/// Writes the report for the run whose output folder is `output_dir` to `out_file`, and its
/// figures (SVG and PNG) to the folder [`figures_dir_for`] names.
pub fn write_report(
    output_dir: &Path,
    out_file: &Path,
    options: &ReportOptions,
) -> Result<ReportSummary, ReportError> {
    let run = input::read_output(output_dir)?;
    let parent = out_file
        .parent()
        .filter(|p| !p.as_os_str().is_empty())
        .unwrap_or(Path::new("."));
    let fig_dir = figures_dir_for(out_file);
    fs::create_dir_all(&fig_dir).map_err(|e| ReportError::io(&fig_dir, e))?;
    let mut ctx = Ctx {
        opts: options,
        choice: story::Choice::default(),
        fig_dir: fig_dir.clone(),
        figures: Vec::new(),
        not_drawn: run.skipped.clone(),
    };
    graph::stage_graph(&mut ctx, &run.manifest)?;
    let stats = tmap::load_stats(&mut ctx, &run);
    let arrays = tf::load_cubes(&mut ctx, &run);
    ctx.choice = story::choose(options, &arrays, &stats);
    // Group level first (what the study found), then each subject.
    let (group, subjects): (Vec<_>, Vec<_>) = arrays.iter().partition(|a| a.group_level());
    let has_aggregate = group
        .iter()
        .any(|a| a.cube.plane == cube::Plane::BandWindow);
    for s in &stats {
        tmap::tmap_figures(&mut ctx, s)?;
    }
    for a in &group {
        tf::tf_figures(&mut ctx, a, &run.manifest, &arrays)?;
    }
    for a in &group {
        if a.cube.plane == cube::Plane::BandWindow {
            head::head_figures(&mut ctx, a, &run)?;
        } else if !has_aggregate {
            if let Some(bw) = matrix::to_band_window(&ctx, a, &run.manifest, &arrays) {
                head::head_figures(&mut ctx, &bw, &run)?;
            }
        }
    }
    for a in &group {
        if a.cube.plane == cube::Plane::BandWindow || !has_aggregate {
            matrix::matrix_figures(&mut ctx, a, &run.manifest, &arrays)?;
        }
    }
    // Per subject: every chosen pair's maps, the first pair for every subject, then the next
    // pair for every subject, so that the section's budget is shared by every subject and
    // reaches the later pairs (what does not fit is listed).
    for pick in ctx.choice.pairs.clone() {
        for a in &subjects {
            tf::subject_figures(&mut ctx, a, &pick)?;
        }
    }
    let sweep = variants::sweep_section(&mut ctx, output_dir, &options.condition_order)?;
    let (text, sections) = html::page(&run, &ctx, parent, &stats, sweep.as_ref());
    fs::write(out_file, text).map_err(|e| ReportError::io(out_file, e))?;
    Ok(ReportSummary {
        html: out_file.to_path_buf(),
        figures_dir: fig_dir,
        sections,
        figures: ctx.figures.into_iter().map(|f| f.info).collect(),
        not_drawn: ctx.not_drawn,
        sweep,
    })
}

What you need to do:
Return the entries above in full and exactly as written.

Answer for the task:
/// Writes the report for the run whose output folder is `output_dir` to `out_file`, and its
/// figures (SVG and PNG) to the folder [`figures_dir_for`] names.
pub fn write_report(
    output_dir: &Path,
    out_file: &Path,
    options: &ReportOptions,
) -> Result<ReportSummary, ReportError> {
    let run = input::read_output(output_dir)?;
    let parent = out_file
        .parent()
        .filter(|p| !p.as_os_str().is_empty())
        .unwrap_or(Path::new("."));
    let fig_dir = figures_dir_for(out_file);
    fs::create_dir_all(&fig_dir).map_err(|e| ReportError::io(&fig_dir, e))?;
    let mut ctx = Ctx {
        opts: options,
        choice: story::Choice::default(),
        fig_dir: fig_dir.clone(),
        figures: Vec::new(),
        not_drawn: run.skipped.clone(),
    };
    graph::stage_graph(&mut ctx, &run.manifest)?;
    let stats = tmap::load_stats(&mut ctx, &run);
    let arrays = tf::load_cubes(&mut ctx, &run);
    ctx.choice = story::choose(options, &arrays, &stats);
    // Group level first (what the study found), then each subject.
    let (group, subjects): (Vec<_>, Vec<_>) = arrays.iter().partition(|a| a.group_level());
    let has_aggregate = group
        .iter()
        .any(|a| a.cube.plane == cube::Plane::BandWindow);
    for s in &stats {
        tmap::tmap_figures(&mut ctx, s)?;
    }
    for a in &group {
        tf::tf_figures(&mut ctx, a, &run.manifest, &arrays)?;
    }
    for a in &group {
        if a.cube.plane == cube::Plane::BandWindow {
            head::head_figures(&mut ctx, a, &run)?;
        } else if !has_aggregate {
            if let Some(bw) = matrix::to_band_window(&ctx, a, &run.manifest, &arrays) {
                head::head_figures(&mut ctx, &bw, &run)?;
            }
        }
    }
    for a in &group {
        if a.cube.plane == cube::Plane::BandWindow || !has_aggregate {
            matrix::matrix_figures(&mut ctx, a, &run.manifest, &arrays)?;
        }
    }
    // Per subject: every chosen pair's maps, the first pair for every subject, then the next
    // pair for every subject, so that the section's budget is shared by every subject and
    // reaches the later pairs (what does not fit is listed).
    for pick in ctx.choice.pairs.clone() {
        for a in &subjects {
            tf::subject_figures(&mut ctx, a, &pick)?;
        }
    }
    let sweep = variants::sweep_section(&mut ctx, output_dir, &options.condition_order)?;
    let (text, sections) = html::page(&run, &ctx, parent, &stats, sweep.as_ref());
    fs::write(out_file, text).map_err(|e| ReportError::io(out_file, e))?;
    Ok(ReportSummary {
        html: out_file.to_path_buf(),
        figures_dir: fig_dir,
        sections,
        figures: ctx.figures.into_iter().map(|f| f.info).collect(),
        not_drawn: ctx.not_drawn,
        sweep,
    })
}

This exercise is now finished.